Extracted records:
"""Complex modes from a file to a moving picture: waves that travel round a plate, and a plate with one damper."""

from __future__ import annotations

from functools import cache

import numpy as np
import pytest
import scipy.linalg as sl
from PIL import Image

from tests.integration.models import STEEL
from tests.meshes import plate_mesh
from viewer import animate
from viewer.loaders import read_modes, write_interchange
from viewer.mechanics.assembly import assemble
from viewer.mechanics.eigen import solve
from viewer.mechanics.energy import energies
from viewer.model.design import Assignment, Design, Physics, Selector, Support
from viewer.model.modes import ArrayShapes, ModeSet
from viewer.scene.tokens import FRAMES
from viewer.workspace import study

COUNT = 4


@cache
def plate() -> Design:
    held = tuple(Support(f"edge {g}", Selector(group=g), ("ux", "uy", "uz")) for g in ("x0", "x1", "y0", "y1"))
    return Design(
        "plate",
        plate_mesh("quad4", (10, 10), (0.3, 0.3)),
        Physics(
            {STEEL.name: STEEL},
            (Assignment("*", STEEL.name, 0.003),),
            supports=held,
        ),
    )


@cache
def travelling() -> ModeSet:
    """The two equal modes of a square plate, a quarter of a period apart: a wave that runs round."""
    modes = solve(plate(), 3)
    assert modes.freq_hz[1] == pytest.approx(modes.freq_hz[2], rel=1e-6)
    shape = modes.shape(1) + 1j * modes.shape(2)
    return ModeSet(modes.node_ids, modes.freq_hz[1:2], ArrayShapes(shape[None]))


@cache
def damped() -> ModeSet:
    """A dashpot at one node, out of the middle: the state-space problem on twelve modes, solved by LAPACK through
    SciPy. s = −ζω ± iω√(1 − ζ²); the frequency is |s|/2π (common practice, no source)."""
    design, modes = plate(), solve(plate(), 12)
    node = int(np.argmin(np.linalg.norm(design.mesh.points - [0.1, 0.12, 0], axis=1)))
    touch = np.array([modes.shape(i)[node, 2] for i in range(modes.count)])
    damping = 25.0 * np.outer(touch, touch)
    rigidity = np.diag((2 * np.pi * modes.freq_hz) ** 2)
    n = modes.count
    state = np.block([[np.zeros((n, n)), np.eye(n)], [-rigidity, -damping]])
    roots, vectors = sl.eig(state)
    upper = np.nonzero(roots.imag > 0)[0]
    upper = upper[np.argsort(np.abs(roots[upper]))][:COUNT]
    real = np.stack([modes.shape(i) for i in range(n)])
    moved = np.einsum("mk,mnj->knj", vectors[:n, upper], real)
    return ModeSet(
        modes.node_ids,
        np.abs(roots[upper]) / (2 * np.pi),
        ArrayShapes(moved),
        damping=-roots[upper].real / np.abs(roots[upper]),
    )


@pytest.mark.parametrize("make", [travelling, damped])
@pytest.mark.parametrize("suffix", [".vtu", ".npz"])
def test_complex_shapes_come_back_to_the_last_digit(make, suffix, tmp_path):
    modes = make()
    path = write_interchange(tmp_path / f"waves{suffix}", plate().mesh, modes)
    given = read_modes(path, plate().mesh)
    assert given.is_complex
    for i in range(modes.count):
        np.testing.assert_array_equal(given.shape(i), modes.shape(i))
    if modes.damping is not None:
        np.testing.assert_array_equal(given.damping, modes.damping)


def test_one_damper_makes_modes_complex():
    modes = damped()
    assert (modes.damping > 1e-3).any()
    assert (modes.damping < 0.3).all()
    # of the two equal modes one combination rests at the damper and stays real
    felt = np.nonzero(modes.damping > 1e-9)[0]
    assert len(felt) == COUNT - 1
    for i in felt:
        shape = modes.shape(int(i))
        assert np.abs((shape * shape).sum()) < 0.9999 * (np.abs(shape) ** 2).sum(), "phases differ"


def test_energies_of_complex_modes(tmp_path):
    """φᴴKφ of the real and imaginary parts added, which the matrices give directly; the phase of a shape is free."""
    design, modes = plate(), damped()
    given = read_modes(write_interchange(tmp_path / "damped.vtu", design.mesh, modes), design.mesh)
    found = energies(design, given)
    turned = ModeSet(given.node_ids, given.freq_hz, ArrayShapes(given.shapes.moved * np.exp(0.7j)))
    same = energies(design, turned).strain
    np.testing.assert_allclose(same, found.strain, rtol=1e-9, atol=1e-12 * found.strain.max())
    parts = [
        energies(design, ModeSet(given.node_ids, given.freq_hz, ArrayShapes(part)))
        for part in (given.shapes.moved.real, given.shapes.moved.imag)
    ]
    total = parts[0].strain + parts[1].strain
    np.testing.assert_allclose(found.strain, total, rtol=1e-9, atol=1e-12 * total.max())
    system = assemble(design)
    z = system.dof[:, 2]
    moving = np.array([np.real(np.conj(s[:, 2]) @ (system.M[z][:, z] @ s[:, 2])) for s in given.shapes.moved])
    np.testing.assert_allclose(2 * found.kinetic.sum(axis=1), moving * (2 * np.pi * given.freq_hz) ** 2, rtol=0.01)


def test_a_wave_that_runs_round_closes_as_the_standing_modes_do(tmp_path):
    design = plate()
    given = read_modes(write_interchange(tmp_path / "wave.vtu", design.mesh, travelling()), design.mesh)
    found = energies(design, given)
    np.testing.assert_allclose(found.closure, 1, atol=1e-3)
    assert found.trusted.all()


def test_loop_of_a_travelling_wave_has_forty_different_frames(tmp_path):
    loops = {}
    for name, modes in (("wave", travelling()), ("standing", solve(plate(), 2))):
        path = animate(plate(), modes, modes.count, width=320).save(tmp_path / f"{name}.gif")
        with Image.open(path) as loop:
            assert loop.n_frames == FRAMES
            frames = []
            for number in range(FRAMES):
                loop.seek(number)
                frames.append(loop.convert("RGB").tobytes())
        loops[name] = len(set(frames))
    assert loops["wave"] == FRAMES
    assert loops["standing"] == FRAMES // 2 + 1


def test_still_of_a_complex_mode_shows_its_extreme(tmp_path):
    """At phase 0 the shape is as large as it gets: the picture differs most from rest there."""
    made = study(plate(), damped())
    for index in range(made.count):
        shape = made.modes.shape(index)
        turned = shape * made.scale(index).turn
        swing = [(np.real(turned * np.exp(1j * p)) ** 2).sum() for p in np.linspace(0, np.pi, 61)[:-1]]
        assert np.argmax(swing) == 0
    path = animate(plate(), damped(), 1, width=320).save(tmp_path / "still.png")
    with Image.open(path) as still:
        assert still.size == (320, 240)
        assert len(still.convert("RGB").getcolors(1 << 20)) > 50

* [TRY IT]:
Repeat the data word for word, starting at its first line and stopping after the line that contains "from viewer.mechanics.energy import energies".

* [WRITTEN ANSWER]:
"""Complex modes from a file to a moving picture: waves that travel round a plate, and a plate with one damper."""

from __future__ import annotations

from functools import cache

import numpy as np
import pytest
import scipy.linalg as sl
from PIL import Image

from tests.integration.models import STEEL
from tests.meshes import plate_mesh
from viewer import animate
from viewer.loaders import read_modes, write_interchange
from viewer.mechanics.assembly import assemble
from viewer.mechanics.eigen import solve
from viewer.mechanics.energy import energies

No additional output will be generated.